Bauman Megan M J, Piazza Amedeo, Torregrossa Fabio, Price Charles Wes, Morris Jonathan M, Leonel Luciano C P C, Peris-Celda Maria
Department of Neurosurgery, Mayo Clinic, Rochester, Minnesota, USA.
Mayo Clinic Rhoton Neurosurgery and Otolaryngology Surgical Anatomy Program, Rochester, Minnesota, USA.
Anat Sci Educ. 2025 Jul;18(7):697-708. doi: 10.1002/ase.70062. Epub 2025 Jun 5.
Cadaveric dissections, which are considered the most realistic model to study neuroanatomy, are expensive and not readily available in all centers. Given the surge of technological advances, incorporation of three-dimensional (3D) scanning technologies and 3D models has gained popularity, both in the educational and clinical settings. We present our institutional experience in creating high-fidelity neuroanatomical 3D models using three 3D scanning techniques: structured light 3D scanning, "manual" photogrammetry with a single DSLR camera, and "automatic" photogrammetry using a scanner equipped with five vertically arranged DSLR cameras and an automatic turntable within a square box. A survey study was conducted with 20 neurosurgical residents to assess the quality of the three resulting 3D models. In the study, "manual" photogrammetry was determined to be the most cost-effective technique, while "automatic" photogrammetry was the most time-effective and user-friendly technique. The best visual quality was obtained using "manual" photogrammetry, as determined from survey results of 20 neurosurgical residents. While structured light 3D scanning had the lowest quality of resolution of the texture map, this technique was the most accurate to use for determining measurements, with a fixed accuracy of 0.05 mm. Overall, "manual" photogrammetry can allow for the most detailed 3D models and is the most cost-effective strategy, while structured light 3D scanning is most suitable for obtaining clinically relevant measurements given the high degree of structural accuracy. Alternatively, "automatic" photogrammetry can serve as a hybrid between obtaining relatively high-quality models in a time-effective and user-friendly manner.

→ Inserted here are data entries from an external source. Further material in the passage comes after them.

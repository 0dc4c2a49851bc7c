using System.Collections.Immutable;
using System.Security.Cryptography;
using System.Text;
using Akka.Actor;
using GlobalFit.Engine.Actors;
using GlobalFit.Engine.Catalogue;
using GlobalFit.Engine.Checkpoints;
using GlobalFit.Engine.Fitting;
using GlobalFit.Engine.NoiseFitting;
using GlobalFit.Engine.Telemetry;
using GlobalFit.Physics.DataFiles;
using GlobalFit.Physics.Input;

namespace GlobalFit.Engine.Runs;

/// <summary>Starts and resumes fits: prepares the run folder, loads the data, builds the actors, runs the coordinator
/// to the end (or until cancelled) and writes the catalogue.</summary>
public static class FitRunner
{
    /// <summary>Starts a fresh fit from a run configuration.</summary>
    /// <param name="configPath">The configuration file.</param>
    /// <param name="options">Progress, telemetry endpoint and cancellation.</param>
    /// <returns>How the run ended.</returns>
    /// <exception cref="InvalidInputException">The configuration, its data or its run folder is unusable.</exception>
    public static FitOutcome Start(string configPath, FitRunOptions options)
    {
        ArgumentNullException.ThrowIfNull(options);
        var plan = RunPlan.Load(configPath);
        var layout = new RunFolderLayout(plan.Settings.RunFolder);
        if (File.Exists(layout.ResolvedConfig))
            throw new InvalidInputException(configPath, "key 'run_folder'", $"{layout.Root} holds another run; continue it with 'globalfit resume {layout.Root}' or choose another run_folder");
        if (Directory.Exists(layout.Root) && Directory.EnumerateFileSystemEntries(layout.Root).Any())
            throw new InvalidInputException(configPath, "key 'run_folder'", $"{layout.Root} is not empty; choose a new or empty folder");
        Directory.CreateDirectory(layout.Root);
        using var runLock = RunLock.Acquire(layout);
        string resolved = plan.ResolvedToml();
        AtomicFile.Write(layout.ResolvedConfig, overwrite: false, s => s.Write(Encoding.UTF8.GetBytes(resolved)));
        var data = LoadData(plan, options.Progress);
        return Run(plan, layout, Digest(resolved), data, StartingPoint.Fresh(plan), options);
    }

    /// <summary>Continues a stopped fit from its newest intact checkpoint (or from the start when it never wrote one).</summary>
    /// <param name="runFolder">The run folder.</param>
    /// <param name="options">Progress, telemetry endpoint and cancellation.</param>
    /// <exception cref="InvalidInputException">The folder is not a run, is running, or its checkpoints are unusable.</exception>
    public static FitOutcome Resume(string runFolder, FitRunOptions options)
    {
        ArgumentNullException.ThrowIfNull(options);
        var layout = RunFolderLayout.OpenExisting(runFolder);
        using var runLock = RunLock.Acquire(layout);
        string resolved = File.ReadAllText(layout.ResolvedConfig);
        var plan = RunPlan.Load(layout.ResolvedConfig);
        if (plan.Settings.RunFolder != layout.Root)
            throw new InvalidInputException(layout.ResolvedConfig, "key 'run_folder'", $"names {plan.Settings.RunFolder}, but the run is in {layout.Root}; a moved run folder must have run_folder updated");
        string digest = Digest(resolved);
        StartingPoint start;
        var store = new CatalogueStore(layout.Root);
        if (CheckpointFile.Exists(layout.Root))
        {
            var checkpoint = CheckpointFile.Read(layout.Root, options.Progress.Warning);
            if (checkpoint.ConfigDigest != digest)
                throw new InvalidInputException(layout.ResolvedConfig, null, "run.toml was edited after the checkpoint was written; restore it or start a new fit");
            start = new StartingPoint(checkpoint.Iteration, checkpoint.Iteration,
                checkpoint.Workers.ToDictionary(w => w.WorkerId, w => w.State, StringComparer.Ordinal),
                checkpoint.Templates.ToDictionary(t => t.WorkerId, t => t.ToSpectra(), StringComparer.Ordinal),
                checkpoint.NoiseState.Length == 0 ? null : checkpoint.NoiseState);
        }
        else
        {
            start = StartingPoint.Fresh(plan);
        }
        store.TruncateAfter(start.Iteration);
        var data = LoadData(plan, options.Progress);
        return Run(plan, layout, digest, data, start, options);
    }

    private static FitOutcome Run(RunPlan plan, RunFolderLayout layout, string digest, FitData data, StartingPoint start, FitRunOptions options)
    {
        var settings = plan.Settings;
        NoiseWorker LoadNoise(byte[]? state) => state is null
            ? new NoiseWorker(plan.Noise, plan.Shape, settings.Seed)
            : NoiseWorker.Restore(plan.Noise, plan.Shape, state);
        // The worker that gives the starting PSD is handed to the noise actor for its first load (from the same state),
        // so the per-bin arrays are built once; a restart after a failure loads afresh.
        NoiseWorker? prebuilt = LoadNoise(start.NoiseState);
        var psd = InversePsd.From(prebuilt, plan.Shape.BinCount);
        var noiseBins = prebuilt.Bins;
        NoiseWorker LoadNoiseOnce(byte[]? state) => Interlocked.Exchange(ref prebuilt, null) ?? LoadNoise(state);
        var book = new ResidualBook(data, plan.Workers.Select(w => (w.Id, w.Bins, w.IncludesT)), psd.A, psd.E, psd.T);
        foreach (var (id, template) in start.Templates) book.Replace(id, template);
        var progress = new StatusRecordingProgress(options.Progress, layout, start.CheckpointIteration);
        progress.WriteState("running", start.Iteration, settings.Iterations, "");

        using var telemetry = TelemetrySession.Start(layout.Root, options.OtlpEndpoint);
        using var system = FitActorSystem.Create(settings.Threads);
        var residual = system.ActorOf(ResidualDataActor.Props(book), "residual-data");
        var store = system.ActorOf(CatalogueStoreActor.Props(new CatalogueStore(layout.Root)), "catalogue-store");
        var checkpointer = system.ActorOf(CheckpointerActor.Props(layout.Root), "checkpointer");
        var setup = new CoordinatorSetup(plan, digest, start.Iteration, start.CheckpointIteration, start.WorkerStates, start.Templates, start.NoiseState,
            residual, store, checkpointer, progress,
            (id, state) => state is null ? plan.ClassOf(id).CreateWorker(id, settings.Seed) : plan.ClassOf(id).RestoreWorker(id, state),
            NoiseActor.Props(LoadNoiseOnce, plan.Shape.BinCount), noiseBins, plan.Noise.StepsPerUpdate);
        var coordinator = system.ActorOf(FitCoordinator.Props(setup), "fit-coordinator");
        using var stop = options.Cancellation.Register(() => coordinator.Tell(new StopFit()));
        var finished = coordinator.Ask<FitFinished>(new StartFit(), Timeout.InfiniteTimeSpan).GetAwaiter().GetResult();
        system.Terminate().Wait(TimeSpan.FromSeconds(10));
        var outcome = finished.Outcome;
        progress.WriteState(outcome.Kind.ToString().ToLowerInvariant(), outcome.IterationsCompleted, settings.Iterations, outcome.Message, outcome.CheckpointIteration);
        return outcome.Kind == FitOutcomeKind.Completed
            ? outcome with { Catalogue = RunCatalogue.Export(plan, layout, options.Progress.Warning) }
            : outcome;
    }

    private static FitData LoadData(RunPlan plan, IFitProgress progress)
    {
        var observation = ObservationFile.Read(plan.Settings.DataPath);
        var data = FitData.FromObservation(observation, plan.Settings.DataPath);
        if (data.GapSeconds > 0)
            progress.Warning($"{plan.Settings.DataPath} has {data.GapSeconds:F0} s of gaps; they are zero-filled without tapering and the noise model does not account for them");
        return data;
    }

    /// <summary>SHA-256 of the resolved configuration text, hex.</summary>
    internal static string Digest(string resolvedToml) => Convert.ToHexString(SHA256.HashData(Encoding.UTF8.GetBytes(resolvedToml)));

    private sealed record StartingPoint(long Iteration, long CheckpointIteration, IReadOnlyDictionary<string, byte[]?> WorkerStates,
        IReadOnlyDictionary<string, WindowSpectra> Templates, byte[]? NoiseState)
    {
        // Before the first iteration: no worker has state and every template is zero.
        public static StartingPoint Fresh(RunPlan plan) => new(0, 0,
            plan.Workers.ToDictionary(w => w.Id, _ => (byte[]?)null, StringComparer.Ordinal),
            plan.Workers.ToDictionary(w => w.Id, w => WindowSpectra.Zero(w.Bins, w.IncludesT), StringComparer.Ordinal), null);
    }
}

尸体解剖被认为是研究神经解剖学最逼真的模型,但成本高昂,并非所有中心都能轻易获得。鉴于技术进步的激增,三维(3D)扫描技术和3D模型在教育和临床环境中都越来越受欢迎。我们介绍了我们机构使用三种3D扫描技术创建高保真神经解剖学3D模型的经验:结构光3D扫描、使用单台数码单反相机的“手动”摄影测量法,以及使用配备五台垂直排列的数码单反相机和一个位于方盒内的自动转盘的扫描仪的“自动”摄影测量法。我们对20名神经外科住院医师进行了一项调查研究,以评估三种生成的3D模型的质量。在该研究中,“手动”摄影测量法被确定为最具成本效益的技术,而“自动”摄影测量法是最节省时间且用户友好的技术。根据20名神经外科住院医师的调查结果,使用“手动”摄影测量法获得的视觉质量最佳。虽然结构光3D扫描的纹理图分辨率质量最低,但该技术用于确定测量值时最准确,固定精度为0.05毫米。总体而言,“手动”摄影测量法可以生成最详细的3D模型,是最具成本效益的策略,而结构光3D扫描鉴于其高度的结构准确性,最适合用于获取临床相关测量值。另外,“自动”摄影测量法可以作为一种以节省时间且用户友好的方式获得相对高质量模型的混合方法。